YOUR GOAL =
Please show each line of the listing where "underscores" is present.

━━━━━ SUPPLIED RECORDS

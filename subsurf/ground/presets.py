"""Loaders for the bundled soil texture and material tables (``configs/*.toml``).

The only file-reading code of the soil package.  Tables are read with :mod:`tomllib`
from :func:`subsurf.config_dir` and returned as plain dictionaries in SI units.
"""

from __future__ import annotations

import math
import tomllib
from functools import lru_cache
from pathlib import Path

from ..errors import FileInputError

__all__ = ["load_textures", "load_materials", "texture_preset"]


def _read(name: str) -> tuple[Path, dict]:
    from .. import config_dir

    path = Path(config_dir()) / name
    try:
        with open(path, "rb") as fh:
            return path, tomllib.load(fh)
    except FileNotFoundError:
        raise FileInputError(path, "file not found") from None
    except tomllib.TOMLDecodeError as exc:
        raise FileInputError(path, f"invalid TOML: {exc}") from None


def _number(path, key, field, value, low, high):
    if isinstance(value, bool) or not isinstance(value, (int, float)) or not math.isfinite(value):
        raise FileInputError(path, f"entry [{key}] must be a number, got {value!r}", field=field)
    if not low <= value <= high:
        raise FileInputError(path, f"entry [{key}] must be between {low:g} and {high:g}, got {value!r}",
                             field=field)
    return float(value)


def _pair(path, key, field, value, low, high):
    if not isinstance(value, list) or len(value) != 2:
        raise FileInputError(path, f"entry [{key}] must be a [low, high] pair, got {value!r}", field=field)
    lo, hi = (_number(path, key, field, v, low, high) for v in value)
    if lo > hi:
        raise FileInputError(path, f"entry [{key}] has low {lo:g} > high {hi:g}", field=field)
    return (lo, hi)


def _source(path, key, entry):
    src = entry.get("source")
    if not isinstance(src, str) or not src.strip():
        raise FileInputError(path, f"entry [{key}] needs a 'source' string", field="source")
    return src


@lru_cache(maxsize=1)
def _textures() -> dict:
    path, data = _read("textures.toml")
    out = {}
    for key, entry in data.items():
        if not isinstance(entry, dict):
            raise FileInputError(path, f"[{key}] must be a table", field=key)
        rec = {f: _number(path, key, f, entry.get(f), 0.0, 1.0) for f in ("sand", "silt", "clay")}
        if abs(rec["sand"] + rec["silt"] + rec["clay"] - 1.0) > 0.011:
            raise FileInputError(path, f"entry [{key}]: sand + silt + clay must be 1", field="sand")
        rec["particle_density"] = _number(path, key, "particle_density_kg_m3",
                                          entry.get("particle_density_kg_m3"), 1000.0, 5000.0)
        rec["bulk_density"] = _number(path, key, "bulk_density_kg_m3",
                                      entry.get("bulk_density_kg_m3"), 100.0, rec["particle_density"])
        rec["source"] = _source(path, key, entry)
        _loss_facts(path, key, entry, rec)
        out[key] = rec
    return out


def _loss_facts(path, key, entry, rec):
    """Optional loss facts of a texture entry (see the header of configs/textures.toml)."""
    from .conductivity import CLAY_MINERAL_CEC

    n = entry.get("interface_n")
    if n is not None:
        rec["interface_n"] = _number(path, key, "interface_n", n, 0.05, 0.999)
    chi = entry.get("interface_chi_per_bound_water")
    if chi is not None:
        rec["interface_chi_per_bound_water"] = _number(path, key, "interface_chi_per_bound_water", chi, 0.0, 1000.0)
    if "stone_fraction" in entry:
        rec["stone_fraction"] = _number(path, key, "stone_fraction", entry["stone_fraction"], 0.0, 1.0)
        porosity = 1.0 - rec["bulk_density"] / rec["particle_density"]
        if rec["stone_fraction"] > 1.0 - porosity:
            raise FileInputError(path, f"entry [{key}] stone_fraction must be <= 1 - porosity = {1 - porosity:.3g}",
                                 field="stone_fraction")
    if "stone_size_m" in entry:
        rec["stone_size"] = _number(path, key, "stone_size_m", entry["stone_size_m"], 1e-4, 10.0)
    mineral = entry.get("clay_mineral")
    if mineral is not None:
        if not isinstance(mineral, str) or mineral not in CLAY_MINERAL_CEC:
            raise FileInputError(path, f"entry [{key}] clay_mineral must be one of {', '.join(CLAY_MINERAL_CEC)}, "
                                 f"got {mineral!r}", field="clay_mineral")
        rec["clay_mineral"] = mineral
    if "loss_source" in entry:
        rec["loss_source"] = str(entry["loss_source"])


def load_textures() -> dict[str, dict]:
    """Soil texture presets from ``configs/textures.toml``.

    Returns
    -------
    dict
        ``{name: {"sand", "silt", "clay" (mass fractions), "particle_density",
        "bulk_density" (kg/m³), "source"}}``; names use underscores (``"silt_loam"``).
        A fresh copy each call.

    Raises
    ------
    FileInputError
        Naming the file, the entry and the field when the table is invalid.
    """
    return {k: dict(v) for k, v in _textures().items()}


def texture_preset(name: str) -> dict:
    """One texture preset by name (case-insensitive; spaces or hyphens read as underscores)."""
    from ..errors import InputError

    key = str(name).strip().lower().replace(" ", "_").replace("-", "_")
    table = _textures()
    if key not in table:
        raise InputError(f"texture {name!r} is not a known preset; allowed: {', '.join(sorted(table))}")
    return dict(table[key])


@lru_cache(maxsize=1)
def _materials() -> dict:
    path, data = _read("materials.toml")
    out = {}
    for key, entry in data.items():
        if not isinstance(entry, dict):
            raise FileInputError(path, f"[{key}] must be a table", field=key)
        eps = _pair(path, key, "relative_permittivity", entry.get("relative_permittivity"), 1.0, 1e3)
        sig = _pair(path, key, "conductivity_ms_per_m", entry.get("conductivity_ms_per_m"), 0.0, 1e12)
        rec = {
            "description": str(entry.get("description", key)),
            "relative_permittivity": eps,
            "conductivity": (sig[0] * 1e-3, sig[1] * 1e-3),
            "perfect_conductor": bool(entry.get("perfect_conductor", False)),
            "velocity": None,
            "attenuation_db_per_m": None,
            "source": _source(path, key, entry),
        }
        if "velocity_m_per_ns" in entry:
            rec["velocity"] = _number(path, key, "velocity_m_per_ns", entry["velocity_m_per_ns"],
                                      0.0, 0.3) * 1e9
        if "attenuation_db_per_m" in entry:
            rec["attenuation_db_per_m"] = _pair(path, key, "attenuation_db_per_m",
                                                entry["attenuation_db_per_m"], 0.0, 1e5)
        out[key] = rec
    return out


def load_materials() -> dict[str, dict]:
    """Typical material properties from ``configs/materials.toml``, in SI units.

    Returns
    -------
    dict
        ``{name: {"description", "relative_permittivity" (low, high),
        "conductivity" (low, high) in S/m, "perfect_conductor" (bool),
        "velocity" (m/s or None), "attenuation_db_per_m" ((low, high) or None),
        "source"}}``.  A fresh copy each call.

    Raises
    ------
    FileInputError
        Naming the file, the entry and the field when the table is invalid.
    """
    return {k: dict(v) for k, v in _materials().items()}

━━━━━━━━━━

SOLUTION FOR THIS PROBLEM =
        "bulk_density" (kg/m³), "source"}}``; names use underscores (``"silt_loam"``).
    """One texture preset by name (case-insensitive; spaces or hyphens read as underscores)."""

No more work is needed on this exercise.